- Active: 1 April 1938 – 8 May 1945
- Country: Nazi Germany
- Branch: German Army
- Type: Gebirgsjäger
- Role: Mountain warfare
- Size: Division
- Garrison/HQ: Graz
- Engagements: World War II Odessa Offensive;

Commanders
- Notable commanders: Generaloberst Eduard Dietl General der Gebirgstruppen Julius Ringel Generalleutnant Hans Kreysing Generalleutnant August Wittmann Generalleutnant Paul Klatt

= 3rd Mountain Division =

The 3rd Mountain Division (3. Gebirgs-Division) was a formation of the German Wehrmacht during World War II. It was created from the Austrian Army's 5th and 7th Divisions following the Anschluss in 1938.

==History==
The division took part in the Invasion of Poland 1939 as part of Army Group South, but was transferred to garrison the West Wall before the end of the campaign. In 1940 it joined the invasion of Norway, most famously sending its 139th Mountain Regiment under General Eduard Dietl to seize the ice-free Arctic port of Narvik. The Allies briefly managed to take the town back, but abandoned it to the Germans after the invasion of France.

In 1941 the division moved into Lapland to participate in Operation Silberfuchs, the attack on the Soviet Arctic as part of Operation Barbarossa, but failed to capture Murmansk. The division was withdrawn to Germany for rehabilitation at the end of the year, but left its 139th Mountain Infantry Regiment behind to operate independently. After rehabilitation, the division returned to Norway in 1942, where it served as a reserve. It was then transferred to the Eastern Front, where it served as a reserve for Army Group North near Leningrad. In November 1942 it was committed to the front where the Soviets had surrounded Velikiye Luki, and then transferred in mid-December to the far south to help in the attempt to relieve Stalingrad. It fought the remainder of the war in the south, retreating with the front lines through Ukraine, Hungary, Slovakia, and finally surrendering to the Soviets in Silesia at the end of the war.

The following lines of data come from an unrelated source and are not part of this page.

@pytest.mark.parametrize("n_samples", [1, 63, 64, 1000, 4097])
def test_spline_at_every_sample_is_scipys_bit_for_bit(n_samples):
    # Emission times and amplitudes solved every 64 samples (one knot before the first sample,
    # the last beyond the end), at every sample: as scipy's CubicSpline gives them, every bit,
    # across the ends of the pieces and where the samples leave the knots.
    from scipy.interpolate import CubicSpline

    from flyover.forward.moving_source import _at_samples
    rng = np.random.default_rng(n_samples)
    kc = (np.arange(n_samples // 64 + 3) - 1) * 64
    values = 0.5 + np.cumsum(rng.normal(size=(7, len(kc))), axis=1) * 1e-3
    reference = CubicSpline(kc, values, axis=1)(np.arange(n_samples))
    np.testing.assert_array_equal(_at_samples(kc, values, n_samples), reference)
    np.testing.assert_array_equal(_at_samples(kc, values, n_samples + 200),
                                  CubicSpline(kc, values, axis=1)(np.arange(n_samples + 200)))


def test_passes_simulated_in_parallel_write_the_same_files(tmp_path):
    import filecmp

    import soundfile as sf
    import yaml
    from conftest import TINY_SCENARIO
    from flyover.sim.demo import write_campaign
    (tmp_path / "scenario.yaml").write_text(yaml.safe_dump(TINY_SCENARIO))
    one, two = tmp_path / "one", tmp_path / "two by two"
    write_campaign(tmp_path / "scenario.yaml", one, progress=lambda *_: None)
    said = []
    write_campaign(tmp_path / "scenario.yaml", two, progress=said.append, workers=2)
    files = sorted(p.relative_to(one) for p in one.rglob("*") if p.is_file())
    assert len(files) > 5 and len(said) == len(TINY_SCENARIO["passes"])
    for f in files:
        if f.suffix == ".wav":   # libsndfile stamps a float WAV's PEAK chunk with the time
            assert np.array_equal(sf.read(one / f)[0], sf.read(two / f)[0]), f
        else:
            assert filecmp.cmp(one / f, two / f, shallow=False), f


def test_a_pass_that_fails_in_a_worker_stops_the_simulation_with_its_error(tmp_path):
    # A scenario whose recordings clip: the worker's worded error reaches the caller (a
    # process pool that hid it, or waited for ever, would leave the user nothing to act on).
    import yaml
    from conftest import TINY_SCENARIO
    from flyover.model.errors import FlyoverInputError
    from flyover.sim.demo import write_campaign
    scenario = dict(TINY_SCENARIO, recording=dict(TINY_SCENARIO["recording"], pa_per_unit=1e-4))
    (tmp_path / "scenario.yaml").write_text(yaml.safe_dump(scenario))
    with pytest.raises(FlyoverInputError, match="clips"):
        write_campaign(tmp_path / "scenario.yaml", tmp_path / "out", progress=lambda *_: None,
                       workers=2)
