@pytest.mark.slow
def test_one_pass_atmosphere_reruns_that_pass(finished_run):
    with edited_config(finished_run,
                       lambda d: d["passes"]["p2"]["atmosphere"].update(temperature_c=16.0)):
        assert planned(finished_run) == {("align", "p2"), ("image", "p2"), ("levels", "p2"),
                                         ("qc", "p2"), ("metrics", "p2"), ("tones", "p2"),
                                         ("trackcheck", "p2"), ("narrowband", "p2"),
                                         ("listen", "p2"), ("page", "p2"),
                                         ("campaign_summary", ""),
                                         ("hemispheres", ""), ("signoff", ""), ("viewer", ""),
                                         ("store", ""), ("report", "")}


@pytest.mark.slow
def test_added_pass_runs_alone_then_summary(finished_run):
    with edited_config(finished_run,
                       lambda d: d["passes"].update(p3=dict(d["passes"]["p2"], label="b"))):
        assert planned(finished_run) == {("align", "p3"), ("image", "p3"), ("levels", "p3"),
                                         ("qc", "p3"), ("metrics", "p3"), ("tones", "p3"),
                                         ("trackcheck", "p3"), ("narrowband", "p3"),
                                         ("listen", "p3"), ("page", "p3"),
                                         ("campaign_summary", ""),
                                         ("hemispheres", ""), ("signoff", ""), ("viewer", ""),
                                         ("store", ""), ("report", "")}


@pytest.mark.slow
def test_band_range_reruns_the_alignment(finished_run):
    # The alignment's channel checks use the band range: a changed range must re-run it, not
    # only the imaging (the stale exclusions would otherwise be used).
    with edited_config(finished_run, lambda d: d["analysis"].update(band_min_hz=400)):
        assert {("align", "p1"), ("align", "p2")} <= planned(finished_run)


def flyover_plan(folder, campaign: str, python: str = sys.executable) -> str:
    res = subprocess.run([python, "-m", "flyover", "plan", campaign], cwd=folder,
                         capture_output=True, text=True)
    assert res.returncode == 0, res.stderr
    return res.stdout


@pytest.mark.slow
def test_reruns_depend_on_content_only(finished_run, tmp_path):
    # Not on the interpreter's path, the campaign file's name or folder, the working folder, or
    # the order of keys in the file.
    python3 = Path(sys.executable).with_name("python3")
    assert "nothing to redo" in flyover_plan(finished_run, "campaign.yaml")
    assert "nothing to redo" in flyover_plan(tmp_path, str(finished_run / "campaign.yaml"),
                                             str(python3))
    original = finished_run / "campaign.yaml"
    data = yaml.safe_load(original.read_text())
    copies = {"copy of campaign.yaml": original.read_text(),
              "renamed.yaml": original.read_text(),
              "reordered.yaml": yaml.safe_dump(dict(reversed(list(data.items()))),
                                               sort_keys=False)}
    try:
        for name, text in copies.items():
            (finished_run / name).write_text(text)
            assert "nothing to redo" in flyover_plan(finished_run, name), name
    finally:
        for name in copies:
            (finished_run / name).unlink(missing_ok=True)


@pytest.mark.slow
def test_bad_campaign_stops_with_message(tiny_copy):
    path = tiny_copy / "campaign.yaml"
    path.write_text(path.read_text().replace("window_s", "windowsize_s"))
    res = snakemake("--configfile", str(path), "-n", cwd=tiny_copy)
    assert res.returncode != 0
    assert "unknown key 'analysis.windowsize_s'" in res.stderr
    assert "Traceback" not in res.stderr


@pytest.mark.slow
def test_slurm_profile_dry_run(finished_run):
    # The documented SLURM profile resolves (snakemake-executor-plugin-slurm; no cluster needed
    # for a dry-run).
    pytest.importorskip("snakemake_executor_plugin_slurm")
    path = finished_run / "campaign.yaml"
    res = snakemake("--profile", str(ROOT / "config" / "profiles" / "slurm"), "--configfile",
                    str(path), "-n", "--forceall", cwd=finished_run)
    assert res.returncode == 0, res.stderr[-2000:]
    assert re.search(r"image\s+2", res.stdout + res.stderr)


@pytest.mark.slow
def test_report_is_self_contained(finished_run):
    results = finished_run / "results"
    text = (results / "report.html").read_text()
    # The report links to each pass's page; the pages hold the pass's details.
    pages = {p: (results / p / "pass.html").read_text() for p in ("p1", "p2")}
    for page in (text, *pages.values()):
        assert not re.search(r"""(src|href)\s*=\s*["'](https?:|//)""", page)
        assert "<script" not in page and "<link" not in page
        assert "certification standards" in page and page.count("aviation rules") == 1
        assert str(finished_run) not in page
        # No number reads 'nan'; every declared figure was found under its declared name.
        assert not re.search(r"\bnan\b", page, re.IGNORECASE)
        assert "not available)" not in page
    assert 'href="p1/pass.html"' in text and 'href="p2/pass.html"' in text
    assert 'id="campaign-summary"' in text and "<table>" in text
    # The summary's numbers per pass and label, and file paths relative to the campaign file.
    for fragment in ("LASmax measured", "reference LASmax / LAE", "overall A at 90 deg"):
        assert fragment in text, fragment
    for name, page in pages.items():
        assert page.count('class="pass"') == 1 and f'data-pass="{name}"' in page
        for fragment in ("Recorders and clocks", "Reconstructed per component",
                         "Source maps", "Rotor tones", "../report.html#signoff"):
            assert fragment in page, fragment
    # Every pass has a status in the sign-off table and beside its link.
    assert 'id="signoff"' in text and text.count('data-status="') == 2
    from flyover.io.results.signoff import read_signoff_json
    assert set(read_signoff_json(finished_run / "results")) == {"p1", "p2"}
    signed = pd.read_csv(finished_run / "results" / "signoff.csv")
    assert set(signed["status"]) <= {"accepted", "flagged", "rejected"} and len(signed) == 2


# Without the background services, Chromium's connections are refused by a closed network.
CHROMIUM_FLAGS = ["--no-sandbox", "--disable-gpu", "--disable-quic", "--no-first-run",
                  "--disable-background-networking", "--disable-component-update",
                  "--disable-sync"]


@pytest.mark.slow
def test_report_opens_in_headless_chromium(finished_run, tmp_path):
    browser = shutil.which("chromium") or shutil.which("chromium-browser")
    if browser is None:
        pytest.skip("Chromium is not installed (Debian package 'chromium'; .ci/run installs it)")
    report = finished_run / "results" / "report.html"
    res = subprocess.run([browser, "--headless", *CHROMIUM_FLAGS,
                          f"--user-data-dir={tmp_path / 'profile'}", "--dump-dom",
                          report.as_uri()], capture_output=True, text=True, timeout=120)
    assert res.returncode == 0, res.stderr[-2000:]
    assert "Campaign summary" in res.stdout and 'data-pass="p2"' in res.stdout
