def test_live_status_shows_the_windows_of_a_running_imaging(tmp_path):
    # The image stage logs one line per window; `flyover run` shows the latest on a terminal.
    log = tmp_path / "image.log"
    log.write_text("p1 imaging: 1/16 window 3 at 61 deg\np1 imaging: 2/16 window 4 at 66 deg\n")
    state = RunState()
    for line in ("rule image:", f"    log: {log}", "    jobid: 4", "    wildcards: pass_name=p1",
                 "2 of 11 steps (18%) done"):
        state.feed(line)
    assert state.status(["p1", "p2"], tmp_path) == ("2/11 steps | running: image p1 "
                                                    "(window 2/16) | passes done 0/2")
    # p1's results appear and its imaging finishes: done; its metrics step then starts and the
    # count stays (it only goes forward). Six steps of eleven in 60 s: about 50 s left.
    (tmp_path / "p1").mkdir()
    for name in pass_files():
        (tmp_path / "p1" / name).write_text("x")
    for line in ("Finished jobid: 4 (Rule: image)", "6 of 11 steps (55%) done"):
        state.feed(line)
    assert state.status(["p1", "p2"], tmp_path).endswith("passes done 1/2")
    for line in ("rule metrics:", "    jobid: 7", "    wildcards: pass_name=p1"):
        state.feed(line)
    assert state.status(["p1", "p2"], tmp_path, elapsed_s=60.0) == (
        "6/11 steps | running: metrics p1 | passes done 1/2 | about 50 s left")


def test_time_left_weighs_each_rule_by_its_own_duration():
    # Snakemake's job stats: one simulation, two imagings and two level steps, two jobs at a
    # time. The simulation took 300 s and one imaging 60 s; the other imaging has run its
    # expected 60 s already; no level step has finished, so each counts the median of what
    # did (180 s): (0 + 2 x 180) / 2 = 180 s left. The plain pace of steps (2 of 5 in 360 s)
    # would say 540 s.
    state = RunState()
    lines = [(0, "Job stats:"), (0, "job          count"), (0, "---------  -------"),
             (0, "simulate         1"), (0, "image            2"), (0, "levels           2"),
             (0, "all              1"), (0, "total            6"),
             (0, "rule simulate:"), (0, "    jobid: 1"),
             (300, "Finished jobid: 1 (Rule: simulate)"),
             (300, "rule image:"), (300, "    jobid: 2"), (300, "    wildcards: pass_name=p1"),
             (300, "rule image:"), (300, "    jobid: 3"), (300, "    wildcards: pass_name=p2"),
             (360, "Finished jobid: 2 (Rule: image)"), (360, "2 of 5 steps (40%) done")]
    for t, line in lines:
        state.feed(line, now_s=float(t))
    # At 360 s the second imaging has run 60 s of its expected 60 s.
    assert state.time_left_s(360.0, now_s=360.0) == pytest.approx((0 + 2 * 180.0) / 2)


def test_image_threads_keep_every_core_busy(tiny_copy):
    # Scheduling, not physics: while at least as many passes as cores are still to be imaged,
    # each image job takes one thread (its figures and Python work are serial, so two jobs of
    # one thread keep two cores busier than one of two); a lone pass takes every core; a
    # pass whose maps were made with other code or settings is still to be imaged; a
    # cluster's job keeps two unless its profile says otherwise.
    plan = CampaignPlan.load(tiny_copy / "campaign.yaml")
    passes = plan.passes
    assert len(passes) >= 2
    assert plan.image_threads(2, local=True) == 1
    assert plan.image_threads(2 * len(passes), local=True) == 2
    for name in passes[1:]:         # all but the first imaged
        folder = plan.campaign.output / name
        folder.mkdir(parents=True, exist_ok=True)
        (folder / "maps.npz").write_bytes(b"")
    assert plan.image_threads(2, local=True) == 2
    assert plan.image_threads(4, local=True) == 4
    assert plan.image_threads(None, local=True) == plan.image_threads(16, local=False) == 2
    (plan.campaign.output / passes[0]).mkdir(parents=True, exist_ok=True)
    (plan.campaign.output / passes[0] / "maps.npz").write_bytes(b"")
    for name in passes:             # every pass imaged with this code and these settings
        write_settings_record(plan.campaign.output, plan.campaign, "image", name)
    assert plan.image_threads(2, local=True) == 2
    for name in passes:             # ... and after an upgrade of the code
        record = plan.campaign.output / "logs" / "settings" / name / "image.json"
        record.write_text(record.read_text().replace('"code": "', '"code": "old-'))
    assert plan.image_threads(2, local=True) == 1


def test_windows_at_once_fit_the_memory(tiny_copy, monkeypatch):
    # One window per thread, as many as fit in half the machine's memory, at least one.
    from flyover.pipeline import _resources
    from flyover.pipeline.context import load_pass
    campaign = load_campaign(tiny_copy / "campaign.yaml")
    inputs = load_pass(campaign, "p1")
    need = _resources._window_need_bytes(campaign, inputs)
    monkeypatch.setattr(_resources, "_memory_bytes", lambda: 100 * need)
    assert _resources.windows_at_once(campaign, inputs, 4) == 4
    monkeypatch.setattr(_resources, "_memory_bytes", lambda: 5 * need)
    assert _resources.windows_at_once(campaign, inputs, 4) == 2
    monkeypatch.setattr(_resources, "_memory_bytes", lambda: 1.5 * need)
    assert _resources.windows_at_once(campaign, inputs, 4) == 1


def test_reading_the_workflow_leaves_pyplot_for_the_first_figure():
    # Snakemake's reading of the Snakefile imports every step (for its reads and settings):
    # matplotlib.pyplot (0.3 s) waits for the first figure a step draws.
    import subprocess
    import sys
    code = ("import sys\n"
            "from flyover.pipeline import stages\n"
            "from flyover.workflow import plan\n"
            "assert stages('pass') and stages('campaign')\n"
            "print('matplotlib.pyplot' in sys.modules)\n"
            "from flyover.io.figures import pyplot\n"
            "print(pyplot().get_backend().lower())")
    out = subprocess.run([sys.executable, "-c", code], capture_output=True, text=True,
                         check=True).stdout.split()
    assert out == ["False", "agg"]
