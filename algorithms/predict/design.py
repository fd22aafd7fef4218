"""Where to sample next: greedy sequential choice of new sample places among candidates.

Given the samples, the fitted covariance and mean models, evaluation points ``E`` that discretise the region
and candidate places ``C``, each step adds the candidate that lowers the criterion most, then updates the
kriging system by one rank.

Error covariance. With the factors of :meth:`.kriging.KrigingPredictor.error_factors` the covariance of the
kriging errors at two places ``a`` and ``b`` given the samples is
``S(a, b) = C(a, b) - W_a^T W_b + H_a^T H_b`` (u2). The trend term ``H_a^T H_b`` is the universal-kriging
part: it is the covariance of the latent field given the samples when the trend coefficients have a flat
prior, the limit in which universal kriging is Bayesian prediction (Rasmussen & Williams 2006, *Gaussian
Processes for Machine Learning*, section 2.7). A new measurement at ``c`` carries the nugget's error, so
conditioning on it is the rank-one (Schur complement) update::

    S'(a, b) = S(a, b) - S(a, c) S(c, b) / (S(c, c) + nugget)

exact for Gaussian conditioning, and equal to refitting the full kriging system with ``c`` added (the
tests check it so). The design keeps ``S(E, C)`` (n_e, n_c) and the variances ``S(E, E)`` and ``S(C, C)``;
a pick's row ``S(c, C)`` comes from the initial factors and the earlier picks' rank-one terms, in
``O((n + k) n_c)`` for ``n`` samples and ``k`` earlier picks, and the update of ``S(E, C)`` costs
``O(n_e n_c)`` per step.

Criteria (both averaged over the evaluation points):

``variance``
    the mean kriging variance of the latent field, ``mean_e S(e, e)``. It does not depend on the values,
    so the design it gives is exact for the model (not an approximation in the data).
``classification``
    the expected misclassification against a threshold ``t`` (modelling scale), ``mean_e p (1 - p)`` with
    ``p = P(Z(e) > t)``. The values at the new places are unknown: with the current kriging mean ``m`` and
    variance ``s2`` at ``e``, after a design whose variance there is ``s2'`` the future mean is normal
    around ``m`` with variance ``s2 - s2'`` (the preposterior law), and, with ``h = (m - t) / s``,
    ``r = 1 - s2' / s2``::

        E[p (1 - p)] = Phi(h) - Phi2(h, h; r) = 2 T(h, sqrt((1 - r) / (1 + r)))

    using ``E[Phi(a + b X)] = Phi(a / sqrt(1 + b^2))``, ``E[Phi(a + b X)^2] = Phi2(.., ..; b^2 / (1 + b^2))``
    for standard normal ``X``, and Owen's T function (Owen 1956, *Ann. Math. Statist.* 27, 1075-1090;
    ``scipy.special.owens_t``). The design uses the current map: it depends on the kriging means of the
    samples, and is only as good as they are.

    Screening: with more than :data:`SCREENED` free candidates, each step first ranks them by the first-order
    gain ``sum_e dE/dr * dr`` (``dE/dr = -exp(-h^2 / (1 + r)) / (2 pi sqrt(1 - r^2))``, the derivative of
    ``Phi2`` with respect to its correlation) and evaluates the exact criterion for the best :data:`SCREENED`
    only, so the choice is the exact greedy one among those (exactly greedy for smaller candidate sets).
"""
from __future__ import annotations

from collections.abc import Callable
from dataclasses import dataclass

import numpy as np
from scipy import special
from scipy.linalg import blas
from scipy.spatial import cKDTree

from ..errors import Cancelled, FieldcastError
from .kriging import KrigingPredictor, as_points, column_squared_norms

DESIGN_CRITERIA = ("variance", "classification")
"""What a design lowers: the mean kriging variance, or the expected misclassification against a threshold."""

SCREENED = 256
"""Candidates per step whose exact misclassification is computed, the best by the first-order gain."""

PAIR_BUDGET = 50_000_000
"""Most evaluation-point x candidate pairs a design keeps in memory (8 bytes each)."""

_CHUNK = 512
"""Candidates per block when building ``S(E, C)`` and scoring misclassification."""


@dataclass(frozen=True)
class Proposal:
    """A sequence of proposed sample places.

    Attributes
    ----------
    picks : ndarray of int, shape (k,)
        Indices into the candidates, in the order of choice.
    xy : ndarray of shape (k, 2)
        Their coordinates (CRS units).
    criterion : str
        One of :data:`DESIGN_CRITERIA`.
    before : float
        The criterion with the samples only (u2 for variance; a probability for classification).
    after : ndarray of shape (k,)
        The criterion after each addition.
    """

    picks: np.ndarray
    xy: np.ndarray
    criterion: str
    before: float
    after: np.ndarray


def expected_misclassification(h: np.ndarray, reduction: np.ndarray) -> np.ndarray:
    """``E[p (1 - p)]`` after the variance shrinks by the fraction ``reduction`` (see the module notes).

    Parameters
    ----------
    h : ndarray
        ``(m - t) / s`` with the current kriging mean ``m``, standard error ``s`` and threshold ``t``.
    reduction : ndarray
        ``1 - s2' / s2`` in [0, 1], broadcast against ``h``.
    """
    r = np.clip(reduction, 0.0, 1.0)
    return 2.0 * special.owens_t(h, np.sqrt((1.0 - r) / (1.0 + r)))


def propose_samples(predictor: KrigingPredictor, evaluation_xy: np.ndarray, candidate_xy: np.ndarray,
                    count: int, *, criterion: str = "variance", level: float | None = None,
                    min_spacing: float = 0.0, evaluation_covariates: np.ndarray | None = None,
                    candidate_covariates: np.ndarray | None = None,
                    progress: Callable[[float], None] | None = None,
                    should_stop: Callable[[], bool] | None = None) -> Proposal:
    """Choose ``count`` new sample places among the candidates, greedily (see the module notes).

    Parameters
    ----------
    predictor : KrigingPredictor
        Kriging from the current samples (its covariance model's nugget is the new measurements' error).
    evaluation_xy : ndarray of shape (n_e, 2)
        Points that discretise the region the criterion averages over.
    candidate_xy : ndarray of shape (n_c, 2)
        Places where a new sample may go.
    count : int
        Number of places to choose, at least 1.
    criterion : str
        ``"variance"`` or ``"classification"``.
    level : float, optional
        The threshold in the modelling scale (already transformed); needed for classification.
    min_spacing : float
        Least distance of a proposal to every sample and earlier proposal (CRS units).
    evaluation_covariates, candidate_covariates : ndarray, optional
        Covariate columns at the points when the mean model names covariates.
    progress, should_stop : callable, optional
        Called per step with the finished fraction / asked whether to stop (raises :class:`Cancelled`).

    Raises
    ------
    FieldcastError
        For an unknown criterion, classification without a threshold, too many pairs, or fewer usable
        candidates than ``count``.
    """
    evaluation = as_points(evaluation_xy, "Evaluation points")
    candidates = as_points(candidate_xy, "Candidate places")
    state = _DesignState(predictor, evaluation, candidates, evaluation_covariates, candidate_covariates,
                         _checked_settings(criterion, level, count, len(evaluation), len(candidates)), should_stop)
    free = _spaced(candidates, predictor.xy, min_spacing)
    if np.count_nonzero(free) < count:
        _refuse_count(count, int(np.count_nonzero(free)), min_spacing)
    score = state.mean_variance
    if criterion == "classification":
        score = state.misclassification
        mean, _ = predictor.predict(evaluation, evaluation_covariates)
        deviation = np.sqrt(np.clip(state.variance_e, 0.0, None))
        state.h = np.where(deviation > 0, (mean - level) / np.where(deviation > 0, deviation, 1.0),
                           np.where(mean > level, np.inf, -np.inf))
    before = score(state.variance_e)
    picks, after = [], []
    for step in range(int(count)):
        if should_stop is not None and should_stop():
            raise Cancelled("Proposing samples was cancelled.")
        if not free.any():
            _refuse_count(count, step, min_spacing)
        values = state.scores(score, free)
        pick = int(np.flatnonzero(free)[np.argmin(values[free])])
        state.add(pick)
        picks.append(pick)
        after.append(score(state.variance_e))
        free &= _spaced(candidates, candidates[pick:pick + 1], min_spacing)
        free[pick] = False
        if progress is not None:
            progress((step + 1) / count)
    chosen = np.array(picks, dtype=int)
    return Proposal(chosen, candidates[chosen], criterion, float(before), np.array(after))


def _checked_settings(criterion: str, level: float | None, count: int, n_e: int, n_c: int) -> str:
    """``criterion`` when the settings are usable; FieldcastError saying what to change otherwise."""
    if criterion not in DESIGN_CRITERIA:
        raise FieldcastError(f"Unknown criterion {criterion!r}; choose one of {', '.join(DESIGN_CRITERIA)}.")
    if criterion == "classification" and (level is None or not np.isfinite(level)):
        raise FieldcastError("The classification criterion needs a THRESHOLD (attribute units); give one, or "
                             "choose the variance criterion.")
    if int(count) < 1:
        raise FieldcastError(f"COUNT is {count}; ask for at least one new sample.")
    if n_e == 0 or n_c == 0:
        raise FieldcastError("There are no evaluation points or no candidate places inside the region; choose a "
                             "larger REGION or CANDIDATES inside it.")
    if n_e * n_c > PAIR_BUDGET:
        raise FieldcastError(f"{n_c:,} candidate places with {n_e:,} evaluation points are more pairs than a design "
                             f"keeps in memory ({PAIR_BUDGET:,}); give fewer CANDIDATES (e.g. a thinned layer).")
    return criterion


def _refuse_count(count: int, available: int, min_spacing: float) -> None:
    spacing = f" at least MIN_SPACING = {min_spacing:g} apart and from the samples" if min_spacing > 0 else ""
    raise FieldcastError(f"COUNT is {count} but only {available} candidate place(s) can be chosen{spacing}. "
                         "Lower COUNT or MIN_SPACING, or give more CANDIDATES.")


def _spaced(points: np.ndarray, others: np.ndarray, min_spacing: float) -> np.ndarray:
    """Boolean (n,): True for the points at least ``min_spacing`` from every one of ``others``."""
    if min_spacing <= 0 or len(others) == 0:
        return np.ones(len(points), dtype=bool)
    distance, _ = cKDTree(others).query(points, k=1)
    return distance >= min_spacing


class _DesignState:
    """``S(E, C)``, ``S(E, E)``, ``S(C, C)`` and the rank-one terms of the picks so far (see the module notes)."""

    def __init__(self, predictor: KrigingPredictor, evaluation: np.ndarray, candidates: np.ndarray,
                 evaluation_covariates, candidate_covariates, criterion: str, should_stop) -> None:
        covariance = predictor.covariance
        self.nugget = covariance.nugget
        self.candidates = candidates
        self.covariance = covariance
        w_e, h_e = predictor.error_factors(evaluation, evaluation_covariates)
        self.w_c, self.h_c = predictor.error_factors(candidates, candidate_covariates)
        prior = covariance.field_variance
        self.variance_e = prior - column_squared_norms(w_e) + column_squared_norms(h_e)
        self.variance_c = prior - column_squared_norms(self.w_c) + column_squared_norms(self.h_c)
        self.cross = np.empty((len(evaluation), len(candidates)), order="F")
        for start in range(0, len(candidates), _CHUNK):
            if should_stop is not None and should_stop():
                raise Cancelled("Proposing samples was cancelled.")
            stop = start + _CHUNK
            self.cross[:, start:stop] = (covariance.cross_covariance(evaluation, candidates[start:stop])
                                         - w_e.T @ self.w_c[:, start:stop] + h_e.T @ self.h_c[:, start:stop])
        self.norms = column_squared_norms(self.cross)
        self.variance_e0 = self.variance_e.copy()
        self.terms: list[np.ndarray] = []
        self.h: np.ndarray | None = None

    def measurement_variance(self) -> np.ndarray:
        """``S(c, c) + nugget`` per candidate (0 where a new measurement would add nothing)."""
        return np.clip(self.variance_c, 0.0, None) + self.nugget

    def scores(self, score, free: np.ndarray) -> np.ndarray:
        """The criterion after adding each candidate (inf for those not free or adding nothing)."""
        measurement = self.measurement_variance()
        usable = free & (measurement > 0)
        divisor = np.where(usable, measurement, 1.0)
        if self.h is None:  # mean variance: the mean of S(e, e) less the column's sum of squares over S(c, c) + nugget
            values = np.mean(np.clip(self.variance_e, 0.0, None)) - self.norms / (divisor * len(self.variance_e))
            return np.where(usable, values, np.inf)
        values = np.full(len(self.candidates), np.inf)
        columns = np.flatnonzero(usable)
        if len(columns) > SCREENED:
            columns = columns[np.argsort(-self.first_order_gain(divisor)[columns])[:SCREENED]]
        for start in range(0, len(columns), _CHUNK):
            chosen = columns[start:start + _CHUNK]
            shrink = np.square(self.cross[:, chosen]) / divisor[chosen]
            values[chosen] = score(self.variance_e[:, None] - shrink)
        return values

    def first_order_gain(self, divisor: np.ndarray) -> np.ndarray:
        """Per candidate, ``sum_e |dE/dr| * S(e, c)^2 / ((S(c, c) + nugget) s2_e)``: the screening rank."""
        start = self.variance_e0
        reduction = np.clip(1.0 - self.variance_e / np.where(start > 0, start, 1.0), 0.0, 1.0 - 1e-9)
        slope = np.where(start > 0, np.exp(-np.square(self.h) / (1.0 + reduction)) / np.sqrt(1.0 - reduction ** 2)
                         / np.where(start > 0, start, 1.0), 0.0)
        gain = np.empty(len(divisor))
        for first in range(0, len(divisor), _CHUNK):
            gain[first:first + _CHUNK] = slope @ np.square(self.cross[:, first:first + _CHUNK])
        return gain / divisor

    def mean_variance(self, variance: np.ndarray) -> np.ndarray:
        """Mean kriging variance over the evaluation points (axis 0), u2."""
        return np.mean(np.clip(variance, 0.0, None), axis=0)

    def misclassification(self, variance: np.ndarray) -> np.ndarray:
        """Mean expected misclassification ``E[p (1 - p)]`` over the evaluation points (axis 0)."""
        start = self.variance_e0.reshape((-1,) + (1,) * (np.ndim(variance) - 1))
        positive = start > 0
        reduction = np.where(positive, 1.0 - np.clip(variance, 0.0, None) / np.where(positive, start, 1.0), 0.0)
        h = self.h.reshape(start.shape)
        return np.mean(expected_misclassification(h, reduction), axis=0)

    def add(self, pick: int) -> None:
        """Condition on a new measurement at candidate ``pick`` (the rank-one update)."""
        scale = np.sqrt(self.measurement_variance()[pick])
        row = (self.covariance.cross_covariance(self.candidates[pick:pick + 1], self.candidates)[0]
               - self.w_c[:, pick] @ self.w_c + self.h_c[:, pick] @ self.h_c)
        for term in self.terms:
            row -= term[pick] * term
        term_c = row / scale
        term_e = self.cross[:, pick] / scale
        # Column sums of squares of S(E, C) after the update, from those before: (s - a b)^2 summed over e.
        self.norms += np.square(term_c) * float(term_e @ term_e) - 2.0 * term_c * (term_e @ self.cross)
        self.cross = blas.dger(-1.0, term_e, term_c, a=self.cross, overwrite_a=True)  # in place (Fortran order)
        self.variance_e = self.variance_e - np.square(term_e)
        self.variance_c = self.variance_c - np.square(term_c)
        self.terms.append(term_c)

On 1 January 1945, the 3rd Mountain Division (then under Army Group Heinrici of Army Group A) had a strength of 9,805 men.'

==Organization==

Organization of the Division:

| 3rd Mountain Division 1939 | 3rd Mountain Division 1942 | 3rd Mountain Division (end 1944) |
|---|---|---|
| Gebirgs-Jäger-Regiment 138 | Gebirgs-Jäger-Regiment 138 | Gebirgs-Jäger-Regiment 138 |
| Gebirgs-Jäger-Regiment 144 | Gebirgs-Jäger-Regiment 144 | Gebirgs-Jäger-Regiment 144 |
| Gebirgs-Artillerie-Regiment 112 | Gebirgs-Artillerie-Regiment 112 | Gebirgs-Artillerie-Regiment 112 |
| Aufklärungs-Abteilung 112 | Radfahr-Abteilung 95 | Aufklärungs-Abteilung 83 |
| Panzerabwehr-Abteilung 48 | Panzerjäger-Abteilung 95 | Panzerjäger-Abteilung 95 |
| Gebirsg-Pionier-Bataillon 83 | Gebirgs-Pionier-Bataillon 83 | Gebirgs-Pionier-Bataillon 83 |
| Divisioneinheiten 68 | Divisioneinheiten 68 | Divisioneinheiten 68 |

==Commanders==
- Generaloberst Eduard Dietl (1938 – 14 June 1940)
- General der Gebirgstruppe Julius Ringel (14 June 1940 – 23 October 1940)
- General der Gebirgstruppe Hans Kreysing (23 October 1940 – 10 August 1943)
- Generalleutnant Egbert Picker (10 August 1943 – 26 August 1943)
- General der Infanterie Siegfried Rasp (26 August 1943 – 10 September 1943)
- Generalleutnant Egbert Picker (10 September 1943 – 29 September 1943)
- Generalleutnant August Wittmann (29 September 1943 – 3 July 1944)
- Generalleutnant Paul Klatt (3 July 1944 – 8 May 1945)

== Footnotes ==
The Gebirgsjäger-Ersatz-Bataillon I./138 was responsible for ordering replacements for the staff.